Consider the listing below. Extract exactly the lines from the line containing "const weight = 0.5" to the line containing "grounded slab, made", both included.

Content starts

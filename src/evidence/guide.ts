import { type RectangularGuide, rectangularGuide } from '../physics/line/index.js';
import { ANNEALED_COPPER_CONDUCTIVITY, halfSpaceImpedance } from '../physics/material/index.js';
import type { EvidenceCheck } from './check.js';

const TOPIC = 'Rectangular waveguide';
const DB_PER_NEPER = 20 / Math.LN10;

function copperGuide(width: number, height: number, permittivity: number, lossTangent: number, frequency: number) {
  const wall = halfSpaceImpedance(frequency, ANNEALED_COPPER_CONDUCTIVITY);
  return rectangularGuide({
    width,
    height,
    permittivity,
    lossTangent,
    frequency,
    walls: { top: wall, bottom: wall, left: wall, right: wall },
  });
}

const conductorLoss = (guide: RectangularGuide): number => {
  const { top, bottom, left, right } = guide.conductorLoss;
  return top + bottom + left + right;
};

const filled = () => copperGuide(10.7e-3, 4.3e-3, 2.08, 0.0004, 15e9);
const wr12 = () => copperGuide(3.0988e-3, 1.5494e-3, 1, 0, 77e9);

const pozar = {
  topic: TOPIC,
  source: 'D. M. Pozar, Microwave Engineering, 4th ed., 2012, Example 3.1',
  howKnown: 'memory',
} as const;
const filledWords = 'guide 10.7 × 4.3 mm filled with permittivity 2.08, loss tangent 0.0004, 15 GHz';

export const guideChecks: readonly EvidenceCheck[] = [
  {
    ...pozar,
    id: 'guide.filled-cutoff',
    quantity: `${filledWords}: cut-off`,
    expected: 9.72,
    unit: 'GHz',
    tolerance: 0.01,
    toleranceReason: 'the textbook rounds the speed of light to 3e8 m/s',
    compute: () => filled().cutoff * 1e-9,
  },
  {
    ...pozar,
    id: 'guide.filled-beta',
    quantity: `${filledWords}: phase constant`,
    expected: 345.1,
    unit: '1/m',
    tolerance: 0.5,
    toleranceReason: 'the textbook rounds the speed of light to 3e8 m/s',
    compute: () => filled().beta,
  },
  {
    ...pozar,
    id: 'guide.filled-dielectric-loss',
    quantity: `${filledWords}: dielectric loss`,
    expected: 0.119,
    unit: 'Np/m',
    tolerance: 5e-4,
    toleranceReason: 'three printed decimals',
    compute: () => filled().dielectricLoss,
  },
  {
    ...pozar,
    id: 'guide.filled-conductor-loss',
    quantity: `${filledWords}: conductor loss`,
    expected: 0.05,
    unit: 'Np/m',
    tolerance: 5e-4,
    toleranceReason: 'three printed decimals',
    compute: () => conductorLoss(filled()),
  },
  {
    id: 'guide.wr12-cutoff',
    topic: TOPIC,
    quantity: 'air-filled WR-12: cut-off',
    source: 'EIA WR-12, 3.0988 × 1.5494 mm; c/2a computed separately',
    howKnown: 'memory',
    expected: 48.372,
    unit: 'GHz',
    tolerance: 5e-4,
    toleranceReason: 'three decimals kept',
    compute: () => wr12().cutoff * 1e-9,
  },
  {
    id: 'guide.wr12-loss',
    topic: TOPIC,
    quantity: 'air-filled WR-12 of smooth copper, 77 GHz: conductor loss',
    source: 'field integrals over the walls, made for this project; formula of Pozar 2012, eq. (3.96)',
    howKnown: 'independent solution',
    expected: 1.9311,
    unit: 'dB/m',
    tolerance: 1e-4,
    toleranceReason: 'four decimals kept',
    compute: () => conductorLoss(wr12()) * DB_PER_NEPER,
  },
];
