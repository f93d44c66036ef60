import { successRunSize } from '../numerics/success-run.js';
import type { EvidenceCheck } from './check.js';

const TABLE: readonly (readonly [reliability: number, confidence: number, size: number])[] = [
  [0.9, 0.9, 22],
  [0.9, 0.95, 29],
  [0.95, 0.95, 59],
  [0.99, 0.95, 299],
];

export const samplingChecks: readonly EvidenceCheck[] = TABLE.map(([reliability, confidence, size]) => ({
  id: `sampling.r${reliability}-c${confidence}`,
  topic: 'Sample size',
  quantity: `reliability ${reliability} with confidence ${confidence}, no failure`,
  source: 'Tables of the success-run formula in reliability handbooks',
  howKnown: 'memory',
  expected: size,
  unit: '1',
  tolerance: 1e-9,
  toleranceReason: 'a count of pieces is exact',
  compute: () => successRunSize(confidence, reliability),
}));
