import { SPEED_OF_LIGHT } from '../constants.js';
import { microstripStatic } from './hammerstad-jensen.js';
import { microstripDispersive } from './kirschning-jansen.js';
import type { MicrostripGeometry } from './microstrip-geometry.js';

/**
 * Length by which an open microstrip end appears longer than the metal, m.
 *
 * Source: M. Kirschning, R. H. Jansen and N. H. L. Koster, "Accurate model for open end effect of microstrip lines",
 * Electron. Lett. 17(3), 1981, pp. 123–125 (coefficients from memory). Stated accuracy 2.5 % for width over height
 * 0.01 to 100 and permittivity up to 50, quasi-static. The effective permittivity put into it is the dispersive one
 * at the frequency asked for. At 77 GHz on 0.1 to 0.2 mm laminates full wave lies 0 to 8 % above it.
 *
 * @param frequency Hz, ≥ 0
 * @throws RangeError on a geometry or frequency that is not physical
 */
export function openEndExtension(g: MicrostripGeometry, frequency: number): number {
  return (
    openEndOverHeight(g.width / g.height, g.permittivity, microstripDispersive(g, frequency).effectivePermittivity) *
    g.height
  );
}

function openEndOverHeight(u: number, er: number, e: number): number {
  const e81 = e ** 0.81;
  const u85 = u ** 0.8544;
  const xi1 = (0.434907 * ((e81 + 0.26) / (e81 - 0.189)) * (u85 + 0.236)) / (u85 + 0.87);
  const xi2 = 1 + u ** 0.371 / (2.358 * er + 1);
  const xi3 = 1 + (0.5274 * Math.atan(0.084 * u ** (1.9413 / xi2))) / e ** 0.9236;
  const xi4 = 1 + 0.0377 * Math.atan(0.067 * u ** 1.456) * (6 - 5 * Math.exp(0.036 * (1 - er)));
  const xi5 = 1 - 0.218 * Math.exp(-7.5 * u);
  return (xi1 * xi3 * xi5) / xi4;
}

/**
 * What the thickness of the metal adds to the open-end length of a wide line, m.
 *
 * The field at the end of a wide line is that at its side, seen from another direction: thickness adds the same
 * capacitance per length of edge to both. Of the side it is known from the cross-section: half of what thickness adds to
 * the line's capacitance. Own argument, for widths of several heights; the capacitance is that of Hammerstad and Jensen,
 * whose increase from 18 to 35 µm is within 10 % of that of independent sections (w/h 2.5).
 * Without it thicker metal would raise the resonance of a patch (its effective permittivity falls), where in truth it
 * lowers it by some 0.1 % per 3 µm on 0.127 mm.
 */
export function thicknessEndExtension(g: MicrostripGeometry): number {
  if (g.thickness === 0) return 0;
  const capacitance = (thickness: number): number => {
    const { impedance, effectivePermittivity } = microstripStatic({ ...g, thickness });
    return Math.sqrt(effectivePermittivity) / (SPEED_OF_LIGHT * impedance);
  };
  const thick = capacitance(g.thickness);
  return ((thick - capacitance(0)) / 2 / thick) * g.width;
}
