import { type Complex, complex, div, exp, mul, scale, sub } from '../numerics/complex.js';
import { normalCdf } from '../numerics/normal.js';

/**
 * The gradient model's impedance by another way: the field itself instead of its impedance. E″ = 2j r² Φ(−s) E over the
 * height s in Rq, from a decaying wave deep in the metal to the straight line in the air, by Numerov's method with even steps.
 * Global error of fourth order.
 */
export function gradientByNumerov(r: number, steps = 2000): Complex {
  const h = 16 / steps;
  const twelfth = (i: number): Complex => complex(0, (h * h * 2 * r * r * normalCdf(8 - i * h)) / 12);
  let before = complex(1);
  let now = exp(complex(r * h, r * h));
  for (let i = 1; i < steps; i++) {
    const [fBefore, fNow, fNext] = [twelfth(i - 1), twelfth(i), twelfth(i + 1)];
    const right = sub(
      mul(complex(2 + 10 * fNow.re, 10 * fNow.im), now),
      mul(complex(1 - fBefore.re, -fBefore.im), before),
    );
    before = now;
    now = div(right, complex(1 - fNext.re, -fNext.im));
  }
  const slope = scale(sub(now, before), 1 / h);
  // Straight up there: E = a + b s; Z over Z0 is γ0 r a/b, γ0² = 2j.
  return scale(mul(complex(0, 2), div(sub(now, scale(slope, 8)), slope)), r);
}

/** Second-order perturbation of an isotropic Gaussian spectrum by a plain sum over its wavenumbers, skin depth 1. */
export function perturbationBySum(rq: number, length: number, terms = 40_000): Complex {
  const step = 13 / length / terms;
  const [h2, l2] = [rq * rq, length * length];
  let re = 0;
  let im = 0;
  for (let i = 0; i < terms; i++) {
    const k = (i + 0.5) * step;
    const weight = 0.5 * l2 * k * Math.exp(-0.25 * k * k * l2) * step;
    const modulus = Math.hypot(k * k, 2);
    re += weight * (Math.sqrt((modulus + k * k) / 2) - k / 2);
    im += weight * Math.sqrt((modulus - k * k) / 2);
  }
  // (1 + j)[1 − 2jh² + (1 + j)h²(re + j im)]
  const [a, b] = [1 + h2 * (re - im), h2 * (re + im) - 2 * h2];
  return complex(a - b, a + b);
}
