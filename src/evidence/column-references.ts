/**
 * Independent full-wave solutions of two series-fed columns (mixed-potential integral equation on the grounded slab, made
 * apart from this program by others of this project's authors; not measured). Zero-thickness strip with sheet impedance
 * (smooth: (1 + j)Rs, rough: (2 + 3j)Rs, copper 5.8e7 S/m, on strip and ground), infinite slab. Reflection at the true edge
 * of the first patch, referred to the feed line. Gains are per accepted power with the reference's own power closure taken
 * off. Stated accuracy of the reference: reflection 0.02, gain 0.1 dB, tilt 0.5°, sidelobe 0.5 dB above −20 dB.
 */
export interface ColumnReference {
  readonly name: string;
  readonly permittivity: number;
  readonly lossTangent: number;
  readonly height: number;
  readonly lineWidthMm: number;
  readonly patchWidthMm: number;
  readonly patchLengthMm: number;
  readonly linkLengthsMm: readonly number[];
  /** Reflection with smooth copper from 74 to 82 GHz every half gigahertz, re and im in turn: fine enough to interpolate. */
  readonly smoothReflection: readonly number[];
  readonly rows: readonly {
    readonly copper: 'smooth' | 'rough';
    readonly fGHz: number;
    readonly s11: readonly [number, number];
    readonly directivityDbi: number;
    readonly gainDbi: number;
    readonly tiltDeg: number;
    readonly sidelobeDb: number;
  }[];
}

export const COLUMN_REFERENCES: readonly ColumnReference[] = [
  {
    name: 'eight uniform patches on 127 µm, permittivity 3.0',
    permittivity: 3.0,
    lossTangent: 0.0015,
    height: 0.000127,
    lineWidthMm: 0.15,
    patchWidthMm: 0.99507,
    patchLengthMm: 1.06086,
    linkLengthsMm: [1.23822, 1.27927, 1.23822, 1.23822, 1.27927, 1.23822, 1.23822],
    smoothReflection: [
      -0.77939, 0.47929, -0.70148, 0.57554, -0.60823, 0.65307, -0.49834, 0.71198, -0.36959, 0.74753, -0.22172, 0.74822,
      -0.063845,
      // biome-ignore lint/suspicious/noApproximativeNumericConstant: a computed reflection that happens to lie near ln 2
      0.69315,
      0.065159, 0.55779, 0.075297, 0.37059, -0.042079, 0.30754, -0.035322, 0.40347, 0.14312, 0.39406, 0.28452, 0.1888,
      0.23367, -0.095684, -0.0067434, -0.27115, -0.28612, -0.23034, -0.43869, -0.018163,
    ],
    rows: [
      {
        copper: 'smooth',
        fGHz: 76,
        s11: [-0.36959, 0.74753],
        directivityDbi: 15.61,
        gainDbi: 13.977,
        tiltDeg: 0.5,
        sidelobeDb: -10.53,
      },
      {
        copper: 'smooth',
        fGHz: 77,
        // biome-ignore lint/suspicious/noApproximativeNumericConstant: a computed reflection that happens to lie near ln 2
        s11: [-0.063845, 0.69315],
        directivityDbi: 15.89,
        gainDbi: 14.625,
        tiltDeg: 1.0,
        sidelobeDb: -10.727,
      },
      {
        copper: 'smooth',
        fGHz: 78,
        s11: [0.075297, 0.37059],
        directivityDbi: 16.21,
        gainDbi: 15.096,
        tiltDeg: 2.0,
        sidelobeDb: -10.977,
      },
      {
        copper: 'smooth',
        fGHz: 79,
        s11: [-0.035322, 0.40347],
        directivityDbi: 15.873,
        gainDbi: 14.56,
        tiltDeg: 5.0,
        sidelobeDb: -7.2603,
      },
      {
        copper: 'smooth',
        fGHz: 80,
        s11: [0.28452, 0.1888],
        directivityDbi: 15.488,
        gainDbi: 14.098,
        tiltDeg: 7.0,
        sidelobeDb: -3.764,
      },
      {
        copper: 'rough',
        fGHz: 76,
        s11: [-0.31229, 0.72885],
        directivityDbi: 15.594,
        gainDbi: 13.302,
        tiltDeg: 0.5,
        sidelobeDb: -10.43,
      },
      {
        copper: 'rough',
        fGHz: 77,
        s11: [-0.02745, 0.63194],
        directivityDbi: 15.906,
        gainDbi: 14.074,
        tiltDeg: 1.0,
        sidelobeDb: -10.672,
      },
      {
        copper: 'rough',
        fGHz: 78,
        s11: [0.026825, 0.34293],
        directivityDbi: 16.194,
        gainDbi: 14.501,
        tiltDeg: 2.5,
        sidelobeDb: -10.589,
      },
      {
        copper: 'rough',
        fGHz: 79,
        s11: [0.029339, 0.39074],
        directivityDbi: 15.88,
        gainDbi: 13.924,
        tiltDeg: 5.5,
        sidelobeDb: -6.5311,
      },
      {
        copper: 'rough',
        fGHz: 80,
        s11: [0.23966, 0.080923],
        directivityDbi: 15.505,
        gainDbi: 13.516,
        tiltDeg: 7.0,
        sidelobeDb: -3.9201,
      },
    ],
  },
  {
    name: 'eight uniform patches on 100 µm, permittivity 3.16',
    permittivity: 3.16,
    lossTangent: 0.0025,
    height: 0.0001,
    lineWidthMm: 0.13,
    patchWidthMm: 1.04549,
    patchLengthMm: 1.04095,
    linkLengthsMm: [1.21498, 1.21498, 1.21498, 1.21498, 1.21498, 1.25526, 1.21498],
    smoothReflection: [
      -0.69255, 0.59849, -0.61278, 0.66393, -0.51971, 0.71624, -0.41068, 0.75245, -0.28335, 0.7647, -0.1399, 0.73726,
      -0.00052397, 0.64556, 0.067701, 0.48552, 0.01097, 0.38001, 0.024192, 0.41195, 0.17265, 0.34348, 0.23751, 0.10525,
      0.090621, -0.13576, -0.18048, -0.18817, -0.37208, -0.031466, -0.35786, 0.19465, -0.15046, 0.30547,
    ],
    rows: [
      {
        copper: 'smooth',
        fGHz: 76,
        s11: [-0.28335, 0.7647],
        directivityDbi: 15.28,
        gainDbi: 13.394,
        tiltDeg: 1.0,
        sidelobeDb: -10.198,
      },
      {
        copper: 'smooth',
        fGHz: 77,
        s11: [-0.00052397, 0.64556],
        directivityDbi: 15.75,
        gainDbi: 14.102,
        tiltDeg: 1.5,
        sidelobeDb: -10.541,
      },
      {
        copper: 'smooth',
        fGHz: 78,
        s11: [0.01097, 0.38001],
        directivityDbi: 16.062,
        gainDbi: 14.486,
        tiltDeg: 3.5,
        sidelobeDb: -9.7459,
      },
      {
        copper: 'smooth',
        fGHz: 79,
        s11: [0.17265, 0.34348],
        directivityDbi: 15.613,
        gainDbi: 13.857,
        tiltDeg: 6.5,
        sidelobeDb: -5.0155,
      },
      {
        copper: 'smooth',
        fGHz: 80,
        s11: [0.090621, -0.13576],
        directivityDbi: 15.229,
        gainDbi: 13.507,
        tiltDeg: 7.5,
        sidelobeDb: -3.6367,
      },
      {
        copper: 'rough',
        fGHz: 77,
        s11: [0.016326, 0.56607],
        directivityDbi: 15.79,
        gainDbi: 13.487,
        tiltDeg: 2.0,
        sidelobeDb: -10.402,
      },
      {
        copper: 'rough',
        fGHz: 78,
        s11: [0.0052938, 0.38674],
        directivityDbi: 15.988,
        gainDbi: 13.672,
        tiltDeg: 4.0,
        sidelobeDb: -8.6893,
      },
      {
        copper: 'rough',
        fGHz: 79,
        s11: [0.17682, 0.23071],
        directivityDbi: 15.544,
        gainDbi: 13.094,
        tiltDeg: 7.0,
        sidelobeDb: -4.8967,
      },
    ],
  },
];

Content ends

▶ [Solution]
    const weight = 0.5 * l2 * k * Math.exp(-0.25 * k * k * l2) * step;
    const modulus = Math.hypot(k * k, 2);
    re += weight * (Math.sqrt((modulus + k * k) / 2) - k / 2);
    im += weight * Math.sqrt((modulus - k * k) / 2);
  }
  // (1 + j)[1 − 2jh² + (1 + j)h²(re + j im)]
  const [a, b] = [1 + h2 * (re - im), h2 * (re + im) - 2 * h2];
  return complex(a - b, a + b);
}
filename src/evidence/column-references.ts
/**
 * Independent full-wave solutions of two series-fed columns (mixed-potential integral equation on the grounded slab, made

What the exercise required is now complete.